Open thunderer opened 3 years ago

thunderer commented 3 years ago

Hi, I would like to provide stricter validation by forcing additionalProperties to false in all schemas without requiring its presence. My current project has a large specification (hundreds of endpoints and even more schemas) and I need to thoroughly validate API contract and gradually adjust OpenAPI specification.

I can submit a PR, can you advise on what would be a good approach here? I see that Properties class has $additionalProperties constructor parameter which is then used exactly the way I need when its false. From what I see Properties::validate() is called only once in SchemaValidator line 136 and the value comes directly from the schema.

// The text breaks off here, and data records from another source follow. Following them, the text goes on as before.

package org.loopledger.ident.estimate;

import com.google.gson.JsonArray;
import com.google.gson.JsonObject;
import org.junit.jupiter.api.BeforeAll;
import org.junit.jupiter.api.Test;
import org.loopledger.frf.Frf;
import org.loopledger.ident.demo.DriveLoopSettings;
import org.loopledger.ident.demo.GantryLoadCase;
import org.loopledger.ident.demo.LinearAxisScope;
import org.loopledger.ident.log.ColumnMap;
import org.loopledger.ident.log.LogCheckOptions;
import org.loopledger.ident.log.LogUnit;
import org.loopledger.ident.log.Quantity;
import org.loopledger.lti.Motion;
import org.loopledger.testing.PythonOracle;
import org.loopledger.tune.PlantCase;

import java.nio.file.Files;
import java.nio.file.Path;
import java.util.ArrayList;
import java.util.HashMap;
import java.util.LinkedHashMap;
import java.util.List;
import java.util.Map;

import static org.junit.jupiter.api.Assertions.*;

/**
 * Load cases from logs in one call, against numpy (Debian python3-numpy) reading the same files on its own:
 * the synchronous average Ȳ/Ū over whole periods (numpy.fft.rfft of each period, mean over periods), the
 * coherence |Σ conj(R<sub>m</sub>)Y<sub>m</sub>|² / (Σ|R<sub>m</sub>|²·Σ|Y<sub>m</sub>|²), the excited lines and the
 * files' SHA-256 (hashlib). The data are the synthetic demo logs; the period's truth is their generator's design.
 */
class FrfFromLogsTest {
    static final DriveLoopSettings DEMO = DriveLoopSettings.demo();
    /** The PRBS period as the demo generator designs it: (2^order - 1) samples per bit × bits. */
    static final int DEMO_PERIOD = ((1 << DEMO.prbsOrder()) - 1) * DEMO.prbsSamplesPerBit();
    static final ColumnMap SCOPE = ColumnMap.of()
            .column("Pos act [inc]", Quantity.POSITION, LogUnit.countsPerMetre(1e7))
            .column("Vel act [mm/s]", Quantity.VELOCITY, LogUnit.millimetresPerSecond())
            .column("Iq act [mA]", Quantity.CURRENT_MEASURED, LogUnit.milliamperes())
            .column("Iq inj [mA]", Quantity.CURRENT_INJECTED, LogUnit.milliamperes());
    static Path datasets;
    static LoadCases gantry;
    static LoadCaseEstimate scope;
    static JsonArray ref;

    static Path datasets() {
        for (Path p = Path.of("").toAbsolutePath(); p != null; p = p.getParent()) {
            if (Files.isRegularFile(p.resolve("datasets/README.md"))) return p.resolve("datasets");
        }
        throw new IllegalStateException("no datasets/README.md above " + Path.of("").toAbsolutePath());
    }

    @BeforeAll
    static void estimateAndReference() {
        PythonOracle.require("numpy");
        datasets = datasets();
        Map<String, Path> logs = new LinkedHashMap<>();
        logs.put("empty carriage", datasets.resolve(GantryLoadCase.EMPTY_CARRIAGE.fileName()));
        logs.put("heavy head", datasets.resolve(GantryLoadCase.HEAVY_HEAD.fileName()));
        gantry = FrfFromLogs.currentToVelocity().checks(LogCheckOptions.defaults().withSampleRateHz(DEMO.sampleRateHz()))
                .periodSamples(DEMO_PERIOD).bandHz(4, 4000).load(logs);
        scope = FrfFromLogs.currentToVelocity().columns(SCOPE).load("axis Y", datasets.resolve(LinearAxisScope.FILE)); // period detected
        List<Map<String, Object>> cases = new ArrayList<>();
        for (LoadCaseEstimate c : gantry.cases()) cases.add(request(c, false));
        cases.add(request(scope, true));
        // numpy reads the files itself: the demo CSV with loadtxt; the scope export (# lines, a header, ';' and decimal
        // commas, mA and mm/s) by hand, scaled to A and m/s
        String script = """
                import json, sys, hashlib, numpy as np
                out = []
                for c in json.load(sys.stdin):
                    raw = open(c['file'], 'rb').read()
                    if c['scope']:
                        rows = [l.replace(',', '.').split(';') for l in raw.decode().splitlines() if l and not l.startswith('#')][1:]
                        d = np.array(rows, dtype=float)
                        r, u, y = d[:, 3] * 1e-3, d[:, 2] * 1e-3, d[:, 1] * 1e-3
                    else:
                        d = np.loadtxt(c['file'], delimiter=',', skiprows=1)
                        r, u, y = d[:, 1], d[:, 2], d[:, 3]
                    p, s, fs = c['period'], c['skip'], c['fs']
                    m = len(r) // p - s
                    R, U, Y = (np.fft.rfft(x[s * p:(s + m) * p].reshape(m, p), axis=1) for x in (r, u, y))
                    H = Y.mean(0) / U.mean(0)
                    coh = np.abs((np.conj(R) * Y).sum(0))**2 / ((np.abs(R)**2).sum(0) * (np.abs(Y)**2).sum(0))
                    f = np.arange(R.shape[1]) * fs / p
                    pr = np.abs(R.mean(0))**2
                    exc = (pr > 1e-2 * pr.max()) & (f >= c['lo']) & (f <= c['hi'])
                    k = np.nonzero(exc)[0]
                    out.append({'sha256': hashlib.sha256(raw).hexdigest(), 'periods': m, 'f': f[k].tolist(),
                                're': H[k].real.tolist(), 'im': H[k].imag.tolist(), 'coh': coh[k].tolist()})
                print(json.dumps(out))
                """;
        ref = PythonOracle.run(script, cases).getAsJsonArray();
    }

    static Map<String, Object> request(LoadCaseEstimate c, boolean scope) {
        Map<String, Object> m = new HashMap<>();
        m.put("file", c.file().toString());
        m.put("scope", scope);
        m.put("period", c.periodSamples());
        m.put("skip", 1);
        m.put("fs", c.sampleRateHz());
        m.put("lo", scope ? 0 : 4);
        m.put("hi", scope ? 1e9 : 4000);
        return m;
    }

    static void assertMatchesNumpy(LoadCaseEstimate c, JsonObject r) {
        Frf g = c.frf();
        assertEquals(r.get("sha256").getAsString(), c.sha256(), c.label() + ": SHA-256 as hashlib");
        assertEquals(r.get("periods").getAsInt(), c.averagedPeriods(), c.label() + ": periods averaged");
        double[] f = PythonOracle.doubles(r.get("f")), re = PythonOracle.doubles(r.get("re")), im = PythonOracle.doubles(r.get("im")),
                coh = PythonOracle.doubles(r.get("coh"));
        // excited lines: numpy keeps lines with at least 1 % of the strongest line's excitation power (common practice;
        // a PRBS's sinc² envelope is 0.41 at half its bit rate, a multisine's quiet lines hold only noise)
        assertArrayEquals(f, g.frequencyHz(), 1e-9, c.label() + ": the excited lines in the band");
        double[] gr = g.real(), gi = g.imag(), gc = g.coherence().orElseThrow();
        for (int i = 0; i < f.length; i++) {
            // both divide means of double-precision FFTs of the same decimal numbers: agreement to rounding (1e-9 relative)
            double err = Math.hypot(gr[i] - re[i], gi[i] - im[i]) / Math.hypot(re[i], im[i]);
            assertTrue(err < 1e-9, c.label() + " at " + f[i] + " Hz: relative difference " + err + " from numpy");
            assertEquals(coh[i], gc[i], 1e-9, c.label() + ": coherence at " + f[i] + " Hz");
        }
        assertEquals(java.util.Arrays.stream(coh).min().getAsDouble(), c.minCoherence().getAsDouble(), 1e-9, c.label() + ": min coherence");
    }

    @Test
    void gantryCasesMatchNumpysSynchronousAverage() {
        assertEquals(List.of("empty carriage", "heavy head"), gantry.labels());
        for (int k = 0; k < gantry.size(); k++) assertMatchesNumpy(gantry.cases().get(k), ref.get(k).getAsJsonObject());
        LoadCaseEstimate heavy = gantry.get("heavy head");
        assertEquals("current_measured_A", heavy.inputColumn());
        assertEquals("velocity_rad_s", heavy.outputColumn());
        assertEquals("current_injected_A", heavy.excitationColumn());
        assertFalse(heavy.periodDetected());
        assertEquals(Motion.ROTARY, heavy.motion());
        assertTrue(heavy.bandLowHz() >= 4 && heavy.bandHighHz() <= 4000);
    }

    @Test
    void scopeExportThroughAColumnMapMatchesNumpyAndIsLinear() {
        assertMatchesNumpy(scope, ref.get(gantry.size()).getAsJsonObject());
        assertTrue(scope.periodDetected());
        // truth from the generator: 4000-sample periods (LinearAxisScope's header line "5 periods of 4000 samples")
        assertEquals(4000, scope.periodSamples());
        assertEquals("velocity_m_s", scope.outputColumn());
        assertEquals(Motion.LINEAR, scope.motion(), "the output column is in m/s, so the axis is linear");
        assertEquals(Motion.LINEAR, scope.plantCase().motion());
    }

    @Test
    void detectedPeriodIsTheGeneratorsDesign() {
        // synthetic demo data, truth from its generator: a PRBS of order n with b samples per bit repeats every (2^n - 1)·b samples
        LoadCaseEstimate d = FrfFromLogs.currentToVelocity().bandHz(4, 4000).load("light head", datasets.resolve(GantryLoadCase.LIGHT_HEAD.fileName()));
        assertTrue(d.periodDetected());
        assertEquals(DEMO_PERIOD, d.periodSamples());
    }

    @Test
    void plantCasesCarryLabelFrfAndMotion() {
        List<PlantCase> p = gantry.plantCases();
        assertEquals(gantry.labels(), p.stream().map(PlantCase::label).toList());
        for (int k = 0; k < p.size(); k++) assertSame(gantry.cases().get(k).frf(), p.get(k).plantToVelocity());
    }

    @Test
    void missingFileNamesTheFileAndTheFixBeforeReadingAny() {
        Map<String, Path> logs = new LinkedHashMap<>();
        logs.put("empty", datasets.resolve(GantryLoadCase.EMPTY_CARRIAGE.fileName()));
        logs.put("typo", datasets.resolve("gantry-x-hevy-head.csv"));
        var e = assertThrows(IllegalArgumentException.class, () -> FrfFromLogs.currentToVelocity().load(logs));
        assertTrue(e.getMessage().contains("'typo'") && e.getMessage().contains("gantry-x-hevy-head.csv") && e.getMessage().contains("does not exist"), e.getMessage());
        assertTrue(e.getMessage().contains("check the file names"), e.getMessage());
    }

    @Test
    void missingColumnNamesTheQuantityTheColumnsThereAreAndTheFix() {
        var e = assertThrows(IllegalArgumentException.class, () -> FrfFromLogs.of(Quantity.CURRENT_MEASURED, Quantity.VELOCITY, Quantity.CURRENT_COMMAND)
                .periodSamples(DEMO_PERIOD).load("empty", datasets.resolve(GantryLoadCase.EMPTY_CARRIAGE.fileName())));
        String m = e.getMessage();
        assertTrue(m.contains("'empty'") && m.contains("current_command_A") && m.contains("current_injected_A") && m.contains("ColumnMap"), m);
        // the scope export read by its own header has no SI column names at all
        var s = assertThrows(IllegalArgumentException.class, () -> FrfFromLogs.currentToVelocity().load("scope", datasets.resolve(LinearAxisScope.FILE)));
        assertTrue(s.getMessage().contains("ColumnMap"), s.getMessage());
    }

    @Test
    void tooFewPeriodsAndUnorderedMapsAreRefusedWithTheFix() {
        var e = assertThrows(IllegalArgumentException.class, () -> FrfFromLogs.currentToVelocity().periodSamples(DEMO_PERIOD).skipPeriods(10)
                .load("empty", datasets.resolve(GantryLoadCase.EMPTY_CARRIAGE.fileName())));
        assertTrue(e.getMessage().contains("10 whole period(s)") && e.getMessage().contains("skip fewer"), e.getMessage());
        var o = assertThrows(IllegalArgumentException.class, () -> FrfFromLogs.currentToVelocity()
                .load(Map.of("a", datasets.resolve("a.csv"), "b", datasets.resolve("b.csv"))));
        assertTrue(o.getMessage().contains("LinkedHashMap"), o.getMessage());
    }
}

Unfortunately, BodyValidator and other validators are created as ValidatorChain directly in RequestValidator and ResponseValidator which rules out customization through injecting custom options. SchemaValidator is created directly in BodyValidator as well.

What would be a good way to inject custom behaviour into these classes?

lezhnev74 commented 3 years ago

Hey @thunderer!

I would like to provide stricter validation by forcing additionalProperties to false in all schemas without requiring its presence.

This is possible, but it is against OpenApi spec:

additionalProperties - Value can be boolean or object. Inline or referenced schema MUST be of a Schema Object and not a standard JSON Schema. Consistent with JSON Schema, additionalProperties defaults to true.

If I had to do that I would fork this repo and changed this file src/Schema/Keywords/Properties.php on line 91.

thunderer commented 3 years ago

Hi @lezhnev74! Thanks for your awesome work that led to this library!

I am fully aware that this can be against the specification, that's why I'm asking for a configurable option that defaults to what's compliant. Sorry if that was not clear from my first post. I see three strategies that could be applied here:

Currently my code is roughly equivalent to:

$openapi = (new ValidatorBuilder())->fromJsonFile($path);
$openApiRequest = $openapi->getRequestValidator();
$openApiResponse = $openapi->getResponseValidator();
// later
$openApiRequest->validate($request);
$address = new OperationAddress($request->getPathInfo(), strtolower($request->getMethod()));
$openApiResponse->validate($address, $response);

I would like to be able to access the SchemaValidator in the ValidatorChain -> BodyValidator -> UnipartValidator chain and add the ability to configure its additionalProperties strategy. It could be done better (proper strategy implementations with interface), but just to illustrate a simplest approach:

$strategy = fn($value) => $value ?: null; // default compliant
$strategy = fn($value) => $value ?: false; // stricter
$strategy = fn() => false; // strictest

$openApiRequest->getBodyValidator()->replaceAdditionalPropertiesStrategy($strategy);
$openApiResponse->getBodyValidator()->replaceAdditionalPropertiesStrategy($strategy);
scaytrase commented 3 years ago

My first impression is you need some kind of pre-processor for you schema. You can build schema from file and then process it to configure all additionalProperties to be false if not set explicitly to match schema you want to check instead of schema you have

thunderer commented 3 years ago

@scaytrase I don't think such a tool exists, and building one from scratch is not feasible in my current situation. What do you think about the possible solutions I described above? I would be glad to discuss the preferred approach and provide a PR.

scaytrase commented 3 years ago

I think different interpretations of schema should be done by changing schema itself. If we step on the way of variating validation for custom rules interpretation or overrides then will be at some moment in a situation with a dozens of custom logic overrides in code.

I can imaging a lot of customization which could be useful on adoption stage, like make all fields non-required or normalize all object field names keeping originals, etc. Each of this, including your one, could be achieved by properly processing input schema and without touching the logic (multiplying the complexity).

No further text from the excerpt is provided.